Dans les années 1960 les premiers circuits intégrés sont apparus. Utilisant des procédés de fabrication similaires, plusieurs autres dispositifs ont alors pu être fabriqués tels que des poutres, des valves, des canaux fluidiques et autres structures à base de silicium. Durant les années 1970, la course à la miniaturisation des systèmes a permis la fabrication de puces intégrant des éléments mécaniques mobiles pour finalement prendre le nom de MEMS (micro electro mechanical system) vers la fin des années 1980. Dans les années 1990, la prolifération des MEMS touchait de nombreux secteurs d’activités donnant ainsi naissance à des bio-MEMS, MEMS- RF, MEMS optiques ou encore microfluidiques. Sont également apparus au cours de cette décennie les premiers circuits microfluidiques réalisés en poly dimethyl siloxane (PDMS). Facile à réaliser et peux coûteux ils présentent néanmoins quelques inconvénients dans des applications ciblées tels que les aspects d’incompatibilité chimique, de perméabilité et/ou d’élasticité des systèmes. Grâce à leur structure rigide et à la compatibilité du silicium avec de nombreux fluides, les MEMS permettent de palier aux verrous liés au silicone.
Dès lors, les systèmes d’analyses des fluides ont pu être miniaturisés, ce qui a permis de manière générale de limiter la quantité des échantillons à tester, de favoriser des techniques d’observation en temps réel, de diminuer les coûts et les temps de mesures et d’avoir une meilleure compréhension des phénomènes physiques. Cet engouement dans la réalisation de microsystèmes fluidiques s’est considérablement diversifiée et couvre à aujourd’hui de nombreux domaines d’applications [2]-[3]. On retrouve l’usage de puces microfluidiques dans le secteur de la santé-médecine où les techniques de microfabrication permettent de réaliser des laboratoires sur puce ou encore des dispositifs de diffusion de médicaments [4] (micropompes à insulines [5], encapsulation de médicaments [6]). Dans le milieu de la biologie, les systèmes microfluidiques sont utilisés comme support dans l’analyse de cellules [7]-[8]. L’ingénierie tissulaire, dont l’objectif ultime est de pouvoir créer des organes et des tissus à greffer [9], est également un milieu en pleine expansion. Les microsystèmes fluidiques sont aussi très prisés pour leurs applications dans les tests immunologiques [10] ou encore pour l’analyse de l’ADN [11] avec notamment l’amplification de la chaîne ADN par PCR (polymerase chain reaction) sur puce, à l’aide de microgouttes [12]. Dans le secteur de l’agro alimentaire, les dispositifs sont employés dans la détection de toxines dans des échantillons de viandes.
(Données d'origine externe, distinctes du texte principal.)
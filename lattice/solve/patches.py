"""The `patches` preconditioner: overlapping restricted additive Schwarz on blocks of the lattice.

Each patch, with its overlap, is factorised on its own [1]_. A patch that is whole in space is a slab of
time levels.

References
----------
.. [1] X.-C. Cai, M. Sarkis, "A restricted additive Schwarz preconditioner for general sparse linear
   systems", SIAM J. Sci. Comput. 21 (1999) 792-797.
"""

from __future__ import annotations

import itertools
from typing import TYPE_CHECKING, Any

import numpy as np
from numpy.typing import NDArray

from lattice.solve.direct import lu_package
from lattice.system.assembly import AssembledJacobian, rescale_gauge

if TYPE_CHECKING:
    from lattice.system.system import System


class Patches:
    """Restricted additive Schwarz with LU on every patch.

    Parameters
    ----------
    system : System
    options : object
        The job's solve section: `options.patches` has nt, ny, nx (None: the rank's whole block) and
        overlap, all in nodes.
    """

    def __init__(self, system: System, options: Any) -> None:
        self.system, self.options = system, options.patches
        self._assembled = AssembledJacobian(system.operator)
        self._pc: Any = None
        self.pins: list[tuple[int, float]] = []

    def update(self) -> None:
        """Assemble and factorise every patch. Collective."""
        matrix = self._assembled.update()
        if self._pc is None:
            self._pc = self._make(matrix)
        self._pc.setOperators(matrix)
        self._pc.setUp()

    def _make(self, matrix: Any) -> Any:
        from petsc4py import PETSc

        pc = PETSc.PC().create(self.system.comm)
        pc.setOptionsPrefix("patches_")
        pc.setOperators(matrix)
        pc.setType("asm")
        pc.setASMType(PETSc.PC.ASMType.RESTRICT)
        inner, outer = self._index_sets()
        pc.setASMLocalSubdomains(len(outer), outer, inner)
        options = PETSc.Options("patches_sub_")
        options.setValue("ksp_type", "preonly")
        options.setValue("pc_type", "lu")
        package = lu_package(1)
        options.setValue("pc_factor_mat_solver_type", package)
        if package != "mumps":
            options.setValue("pc_factor_shift_type", "nonzero")
        pc.setFromOptions()
        return pc

    def _index_sets(self) -> tuple[list[Any], list[Any]]:
        """Return PETSc index sets of this rank's patches without and with their overlap."""
        from petsc4py import PETSc

        inner, outer = [], []
        ordering = self.system.blocks.dm.getAO()
        for spans in self._patch_spans():
            for sets, overlap in ((inner, 0), (outer, self.options.overlap)):
                natural = self._natural(spans, overlap).astype(PETSc.IntType)
                rows = np.sort(ordering.app2petsc(natural))
                sets.append(PETSc.IS().createGeneral(rows, comm=PETSc.COMM_SELF))
        return inner, outer

    def _patch_spans(self) -> list[tuple[tuple[int, int], ...]]:
        """Return the spans (first, end) in t, y, x of every patch of this rank's block."""
        block = self.system.blocks.block
        bounds = ((block.t0, block.t1), (block.y0, block.y1), (block.x0, block.x1))
        asked = (self.options.nt, self.options.ny, self.options.nx)
        return list(itertools.product(*(_cut(b, size) for b, size in zip(bounds, asked, strict=True))))

    def _natural(self, spans: tuple[tuple[int, int], ...], overlap: int) -> NDArray[np.int64]:
        """Return the lattice-order numbers of all unknowns of a patch, wrapped around the axes."""
        axes = []
        for (low, high), nodes in zip(spans, self.system.lattice.shape, strict=True):
            reach = overlap if nodes > 1 else 0
            axes.append(np.unique(np.arange(low - reach, high + reach) % nodes))
        t, y, x = np.ix_(*axes)
        components = self.system.blocks.components
        nodes = (t * self.system.lattice.ny + y) * self.system.lattice.nx + x
        return (nodes[..., None] * components + np.arange(components)).reshape(-1)

    def apply(self, r: Any, y: Any) -> None:
        """Set `y` to the sum of all patch solves, each restricted to its own nodes. Collective."""
        self._pc.apply(r, y)
        rescale_gauge(self.system.operator, y)

    def apply_transpose(self, r: Any, y: Any) -> None:
        """Set `y` to the transpose. Collective."""
        scaled = r.copy()
        rescale_gauge(self.system.operator, scaled)
        self._pc.applyTranspose(scaled, y)
        scaled.destroy()

    def destroy(self) -> None:
        """Free patches and matrix. Collective."""
        if self._pc is not None:
            self._pc.destroy()
        self._assembled.destroy()


def _cut(bounds: tuple[int, int], size: int | None) -> list[tuple[int, int]]:
    """Cut a span into parts as equal as possible, each at most `size` long."""
    low, high = bounds
    count = 1 if size is None else -(-(high - low) // size)
    marks = np.linspace(low, high, count + 1).round().astype(int)
    return [(int(a), int(b)) for a, b in itertools.pairwise(marks)]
Récemment, les systèmes microfluidiques ont permis d’avoir une nouvelle approche pour réaliser des huiles végétales afin de produire du biocarburant [13].
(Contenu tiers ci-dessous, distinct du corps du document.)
"""The `coarse` preconditioner: two levels, multiplicative.

First the bordered system of the law re-discretised on a coarse lattice that still carries the active
modes, solved exactly (or by patches); then one smoothing of what is left. The scalars are solved for on
the coarse lattice only. Transfer is by truncated Fourier spectra in all axes.
"""

from __future__ import annotations

from collections.abc import Callable
from typing import TYPE_CHECKING, Any

import numpy as np

from lattice.solve.bordering import Bordering
from lattice.solve.direct import Direct
from lattice.solve.spectral_smoother import SpectralSmoother
from lattice.spectral.transfer import Transfer
from lattice.system.constant_part import ConstantPart
from lattice.system.system import System

if TYPE_CHECKING:
    from lattice.geometry.lattice import Lattice


class TwoLevel:
    """The two-level preconditioner of a bordered system.

    Collective, as all methods.

    Parameters
    ----------
    system : System
        On the fine lattice.
    options : object
        The job's solve section.
    report : callable
        Takes lines for the log.
    """

    def __init__(self, system: System, options: Any, report: Callable[[str], None]) -> None:
        self.system, self.options, self.report = system, options, report
        lattice = self._choose_lattice()
        free = [u.name for u in system.unknowns if not u.condition.startswith("mean")]
        self.coarse = System(system.law, lattice, system.values, free, system.means, system.comm)
        self.transfer = Transfer(system.blocks, self.coarse.blocks, self._midpoint_rows())
        self.solver = Bordering(self.coarse, Direct(self.coarse))
        self.constant = ConstantPart(system.operator)
        self.smoother = SpectralSmoother(system, self.transfer.fine, self.constant, options.shift)
        self.ratio = self.coarse.root_size / system.root_size
        self._x, self._r = self.coarse.vector(), self.coarse.vector()
        self._y = self.coarse.vector()
        self._small, self._field, self._other = self.coarse.blocks.vector(), system.blocks.vector(), system.blocks.vector()
        self._work, self._rest = system.vector(), system.vector()

    def _choose_lattice(self) -> Lattice:
        return self.options.coarse_lattice

    def _midpoint_rows(self) -> tuple[bool, ...]:
        steady = self.system.lattice.nt == 1
        return tuple(e.evolving and not steady for e in self.system.law.equations)

    def update(self) -> None:
        """Restrict the point of linearisation, factorise the coarse Jacobian, invert the symbols."""
        operator = self.system.operator
        operator.copy_point(self._field)
        self.transfer.restrict(self._field, self._small, rows=False)
        self._match_units()
        self.coarse.pack(self.coarse.blocks.owned(self._small), operator.values, self._x)
        for condition, template in self.system.templates.items():
            self.transfer.restrict(template, self._small, rows=False)
            self.coarse.use_templates({condition: self._small})
        self.coarse.linearise(self._x)
        self.solver.update()
        self.constant.update()
        self.smoother.update()

    def _match_units(self) -> None:
        """Measure the coarse scalars in the fine system's units."""
        self.coarse.unknowns = self.system.unknowns

    def _down(self, r: Any, out: Any, rows: bool) -> None:
        """Restrict a vector of unknowns."""
        self._field.getArray()[:] = r.getArray(readonly=1)[: self.system.blocks.owned_size]
        self.transfer.restrict(self._field, self._small, rows)
        border = self.system.border_of(r) * self.ratio
        self.coarse.store(out, self._small.getArray(readonly=1), border)

    def _up(self, r: Any, out: Any, rows: bool) -> None:
        """Prolong a vector of unknowns."""
        self._small.getArray()[:] = r.getArray(readonly=1)[: self.coarse.blocks.owned_size]
        self.transfer.prolong(self._small, self._field, rows)
        border = self.coarse.border_of(r) / self.ratio
        self.system.store(out, self._field.getArray(readonly=1), border)

    def apply(self, r: Any, y: Any) -> None:
        """Set `y` to the coarse correction of `r`, smoothed once."""
        self._down(r, self._r, rows=True)
        self.solver.apply(self._r, self._y)
        self._up(self._y, y, rows=False)
        self.system.tangent(y, self._work)
        self._work.aypx(-1.0, r)
        self._smooth(self._work, y, self.smoother.apply)

    def apply_transpose(self, r: Any, y: Any) -> None:
        """Set `y` to the transpose: smoothing first, the coarse correction of what is left second."""
        self._rest.set(0.0)
        self._smooth(r, self._rest, self.smoother.apply_transpose)
        self.system.adjoint(self._rest, self._work)
        self._work.aypx(-1.0, r)
        self._down(self._work, self._r, rows=False)
        self.solver.apply_transpose(self._r, self._y)
        self._up(self._y, y, rows=True)
        y.axpy(1.0, self._rest)

    def _smooth(self, r: Any, y: Any, smooth: Callable[[Any, Any], None]) -> None:
        """Add the smoothed field part of `r` to `y`."""
        owned = self.system.blocks.owned_size
        self._field.getArray()[:] = r.getArray(readonly=1)[:owned]
        smooth(self._field, self._other)
        y.getArray()[:owned] += self._other.getArray(readonly=1)

    def destroy(self) -> None:
        """Free both levels."""
        for vector in (self._x, self._r, self._y, self._small, self._field, self._other, self._work, self._rest):
            vector.destroy()
        self.smoother.destroy()
        self.solver.destroy()
        self.transfer.destroy()
        self.coarse.destroy()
Chacune de ces applications requiert bien évidement toute sorte de fluides et dans certaines circonstances de fluides dits complexes. L’intérêt de ces fluides porte d’une part sur leurs propriétés mécaniques, leur écoulement et notamment sur leur rhéologie. Leurs propriétés font l’objet de plusieurs travaux de recherche dans le milieu académique [14], où l’étude se porte sur leur comportement dans différentes géométries. Ces fluides sont également très prisés dans le milieu industriel pour leurs propriétés physiques très intéressantes notamment dans les produits cosmétiques (fermeté des mousses de rasage, texture des crèmes pour le visage), les aliments (mousse au chocolat, mayonnaise) ou encore dans certaines huiles de moteur enrichies en additifs polymériques. L’étude des propriétés intrinsèques de ces fluides a donc créé un besoin en terme de microcapteurs bas coût capables d’étudier leur rhéologie. Cette quête de miniaturisation des capteurs a suscité un fort engouement aussi bien dans le milieu industriel que dans le milieu académique imposant une demande toujours plus précise des compétences des microcapteurs. Les aptitudes de ces derniers doivent être étendues avec des mesures de plus en plus précises, imposant une pluridisciplinarité accrue, des dimensions caractéristiques à l’échelle du micromètre, et un coût limité.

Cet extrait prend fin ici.